On Ending a Perfectly Good Marriage

We decided not to have kids. Then he changed his mind.

More than ten years ago I met the love of my life. I never believed in love at first sight. I never believed in the concept of “the one.” But then this thing happened the first time I laid eyes on him. This thing that grabbed a hold of my whole self, that whispered in my ear, “Sister—take note.” So I did. It was seven-plus years later before we tied the knot. Adventurous, blissful, hard years full of growing pains and laughter and fights handled poorly and holding each other up through things neither of us knew we were strong enough for. We watched too much TV. We traveled. We drank a whole bottle of wine on a Tuesday sometimes. We found jobs we hated. We cooked awful dinners. We found jobs we loved. We cooked better dinners. We talked about the amazing adventure-filled life we were going to have. We decided not to have kids. Before we got serious, before we got engaged, before we got married. We decided together.

Then, this summer, he changed his mind.

It wasn’t on purpose. It didn’t happen all at once. It was a slow dawning—like when the Velveteen Rabbit is made real. It just became. And suddenly two paths diverged in a wood and I… I decided to run and hide because both of them meant living a life I do not want. A life without him. Or a life with a child. You know that gut feeling some people have when they know they want to be parents? They just know. Well I have the opposite of that feeling. I don’t hate kids, I get along with my parents, I didn’t have a weird wrecked childhood or anything. I just don’t want it. The way people know they’re not cat people or they could never have shag carpeting or they wouldn’t be caught dead in parachute pants.

Okay. Maybe it’s slightly deeper than parachute pants, but I know some people who have really strong opinions on that. Point being, this is a thing I know, and have known for a long time. But suddenly, saying it didn’t just mean, “I don’t want kids,” it meant, “I don’t want the same life you want.” It took me weeks to admit it to myself. Longer to admit it to him. Just like it took him a long time to say the opposite words, knowing that what we’re saying is really the same thing. I want to be on a different path. One that you can’t travel anymore.

When I look back over the last years of our married life, I see a lot of mistakes. A lot of taking-it-for-granted. But I also see two people who genuinely love the shit out of each other, and who really want to make each other happy. I feel like we got a lot of the big stuff right, which makes this all seem terribly unfair. It’s a Catch-22. You work on a partnership and encourage each other to remain true to what each of you needs to live an authentic life and all of it lines up perfectly. And then it doesn’t, and that partnership and work you’ve done on being true to yourselves and each other doesn’t let you just ignore it and keep going.

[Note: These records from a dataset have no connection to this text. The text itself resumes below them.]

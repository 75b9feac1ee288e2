import { useQueryClient } from '@tanstack/react-query';
import { useParams } from 'react-router-dom';
import { fieldKeys, useField } from '../features/fields/api';
import { profileKeys, useCopyProfile, useProfiles } from '../features/profiles/api';
import { RecordsPage } from '../features/records/RecordsPage';
import { strategyKeys, useStrategies } from '../features/strategies/api';
import { NotFoundNotice } from '../shared/components/NotFoundNotice';
import { ErrorNotice, LoadingNotice } from '../shared/components/Notice';
import { ApiRequestError } from '../shared/lib/apiFetch';
import { useCurrentWorkspace } from '../shared/lib/currentWorkspace';

/*
 * A field's records page needs the field (its name and initial seedbank), the workspace's
 * species profiles and strategies (where an estimate can go) and, after an adoption, the
 * caches of whichever of them changed. Those belong to three features, so they meet here.
 */
export function RecordsRoute() {
  const { fieldId = '' } = useParams();
  const workspace = useCurrentWorkspace();
  const field = useField(workspace.id, fieldId);
  const profiles = useProfiles(workspace.id);
  const strategies = useStrategies(workspace.id);
  const copy = useCopyProfile(workspace.id);
  const queryClient = useQueryClient();

  if (field.isPending) return <LoadingNotice>Loading the field…</LoadingNotice>;
  if (field.isError) {
    if (field.error instanceof ApiRequestError && field.error.status === 404)
      return <NotFoundNotice what="field" />;
    return (
      <ErrorNotice
        title="Seedwake could not load this field"
        error={field.error}
        onRetry={() => void field.refetch()}
      />
    );
  }
  return (
    <RecordsPage
      field={{
        id: field.data.id,
        name: field.data.name,
        initialSeedbank: field.data.setting.initialSeedbank,
      }}
      profiles={profiles.data ?? []}
      strategies={strategies.data ?? []}
      copyProfile={(id) => copy.mutateAsync(id)}
      onAdopted={(target) => {
        const key =
          target === 'profile'
            ? profileKeys.all(workspace.id)
            : target === 'step'
              ? strategyKeys.all(workspace.id)
              : fieldKeys.all(workspace.id);
        void queryClient.invalidateQueries({ queryKey: key });
      }}
    />
  );
}
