/**
 * All eigenvalues of a real upper Hessenberg matrix by the Francis double-shift QR iteration with
 * exceptional shifts, following Press et al., Numerical Recipes, 2nd ed., §11.6 (hqr), itself after
 * the EISPACK routine HQR (Wilkinson & Reinsch 1971). Translated to 0-based indices.
 * Double shifts keep the arithmetic real while converging to complex-conjugate pairs, which
 * projection matrices have in abundance (damped oscillations of the stage structure).
 */

/** Iterations allowed per eigenvalue before giving up; exceptional shifts are applied at 10 and 20. */
const MAX_ITERATIONS_PER_EIGENVALUE = 30;

export interface EigenvalueParts {
  readonly re: Float64Array;
  readonly im: Float64Array;
}

/** Destroys `a` (an upper Hessenberg matrix, rows as Float64Array). */
export function hessenbergEigenvaluesInPlace(a: Float64Array[]): EigenvalueParts {
  const n = a.length;
  const wr = new Float64Array(n);
  const wi = new Float64Array(n);
  let anorm = 0;
  for (let i = 0; i < n; i++) {
    for (let j = Math.max(i - 1, 0); j < n; j++) anorm += Math.abs(a[i][j]);
  }
  let nn = n - 1;
  let t = 0; // accumulated exceptional shift
  while (nn >= 0) {
    let its = 0;
    let l: number;
    do {
      // Look for a single small subdiagonal element to split the matrix.
      for (l = nn; l >= 1; l--) {
        let s = Math.abs(a[l - 1][l - 1]) + Math.abs(a[l][l]);
        if (s === 0) s = anorm;
        if (Math.abs(a[l][l - 1]) + s === s) {
          a[l][l - 1] = 0;
          break;
        }
      }
      let x = a[nn][nn];
      if (l === nn) {
        // One root found.
        wr[nn] = x + t;
        wi[nn] = 0;
        nn--;
      } else {
        let y = a[nn - 1][nn - 1];
        let w = a[nn][nn - 1] * a[nn - 1][nn];
        if (l === nn - 1) {
          // Two roots found: eigenvalues of the trailing 2×2 block.
          const p = 0.5 * (y - x);
          const q = p * p + w;
          let z = Math.sqrt(Math.abs(q));
          x += t;
          if (q >= 0) {
            z = p + (p >= 0 ? Math.abs(z) : -Math.abs(z));
            wr[nn - 1] = wr[nn] = x + z;
            if (z !== 0) wr[nn] = x - w / z;
            wi[nn - 1] = wi[nn] = 0;
          } else {
            wr[nn - 1] = wr[nn] = x + p;
            wi[nn - 1] = -z;
            wi[nn] = z;
          }
          nn -= 2;
        } else {
          if (its === MAX_ITERATIONS_PER_EIGENVALUE) {
            throw new Error('QR eigenvalue iteration did not converge');
          }
          if (its === 10 || its === 20) {
            // Exceptional shift breaks the rare cycles of the standard shift.
            t += x;
            for (let i = 0; i <= nn; i++) a[i][i] -= x;
            const s = Math.abs(a[nn][nn - 1]) + Math.abs(a[nn - 1][nn - 2]);
            y = x = 0.75 * s;
            w = -0.4375 * s * s;
          }
          ++its;
          // Form the shift and look for two consecutive small subdiagonal elements.
          let m: number;
          let p = 0;
          let q = 0;
          let r = 0;
          let z = 0;
          for (m = nn - 2; m >= l; m--) {
            z = a[m][m];
            r = x - z;
            let s = y - z;
            p = (r * s - w) / a[m + 1][m] + a[m][m + 1];
            q = a[m + 1][m + 1] - z - r - s;
            r = a[m + 2][m + 1];
            s = Math.abs(p) + Math.abs(q) + Math.abs(r);
            p /= s;
            q /= s;
            r /= s;
            if (m === l) break;
            const u = Math.abs(a[m][m - 1]) * (Math.abs(q) + Math.abs(r));
            const v = Math.abs(p) * (Math.abs(a[m - 1][m - 1]) + Math.abs(z) + Math.abs(a[m + 1][m + 1]));
            if (u + v === v) break;
          }
          for (let i = m + 2; i <= nn; i++) {
            a[i][i - 2] = 0;
            if (i !== m + 2) a[i][i - 3] = 0;
          }
          // Double QR step on rows l..nn and columns m..nn.
          for (let k = m; k <= nn - 1; k++) {
            if (k !== m) {
              p = a[k][k - 1];
              q = a[k + 1][k - 1];
              r = 0;
              if (k !== nn - 1) r = a[k + 2][k - 1];
              x = Math.abs(p) + Math.abs(q) + Math.abs(r);
              if (x !== 0) {
                p /= x;
                q /= x;
                r /= x;
              }
            }
            const norm = Math.sqrt(p * p + q * q + r * r);
            const s = p >= 0 ? norm : -norm;
            if (s !== 0) {
              if (k === m) {
                if (l !== m) a[k][k - 1] = -a[k][k - 1];
              } else {
                a[k][k - 1] = -s * x;
              }
              p += s;
              x = p / s;
              y = q / s;
              z = r / s;
              q /= p;
              r /= p;
              for (let j = k; j <= nn; j++) {
                p = a[k][j] + q * a[k + 1][j];
                if (k !== nn - 1) {
                  p += r * a[k + 2][j];
                  a[k + 2][j] -= p * z;
                }
                a[k + 1][j] -= p * y;
                a[k][j] -= p * x;
              }
              const mmin = nn < k + 3 ? nn : k + 3;
              for (let i = l; i <= mmin; i++) {
                p = x * a[i][k] + y * a[i][k + 1];
                if (k !== nn - 1) {
                  p += z * a[i][k + 2];
                  a[i][k + 2] -= p * r;
                }
                a[i][k + 1] -= p * q;
                a[i][k] -= p;
              }
            }
          }
        }
      }
    } while (l < nn - 1);
  }
  return { re: wr, im: wi };
}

Those ducks—they just don’t stay in rows where they belong.

This story doesn’t have a happy ending. We are two people who found someone who makes them feel safe and empowered enough to say this terrible thing to each other. We are two people who will push through a lot of pain to make sure we are both living an authentic life. The life we each want. We are holding each other up as best we can through this. Crying together. Purposefully ignoring the elephant in the room sometimes so we can share a bowl of popcorn and make it through a movie and pretend it’s all going to be fine for two hours. And at the end of all this, our paths may rejoin, and they may not, but there will be two people who know they did their best. Who got the big stuff as right as they could. And even though that might be the saddest part of the whole story, maybe it’s the happiest part too.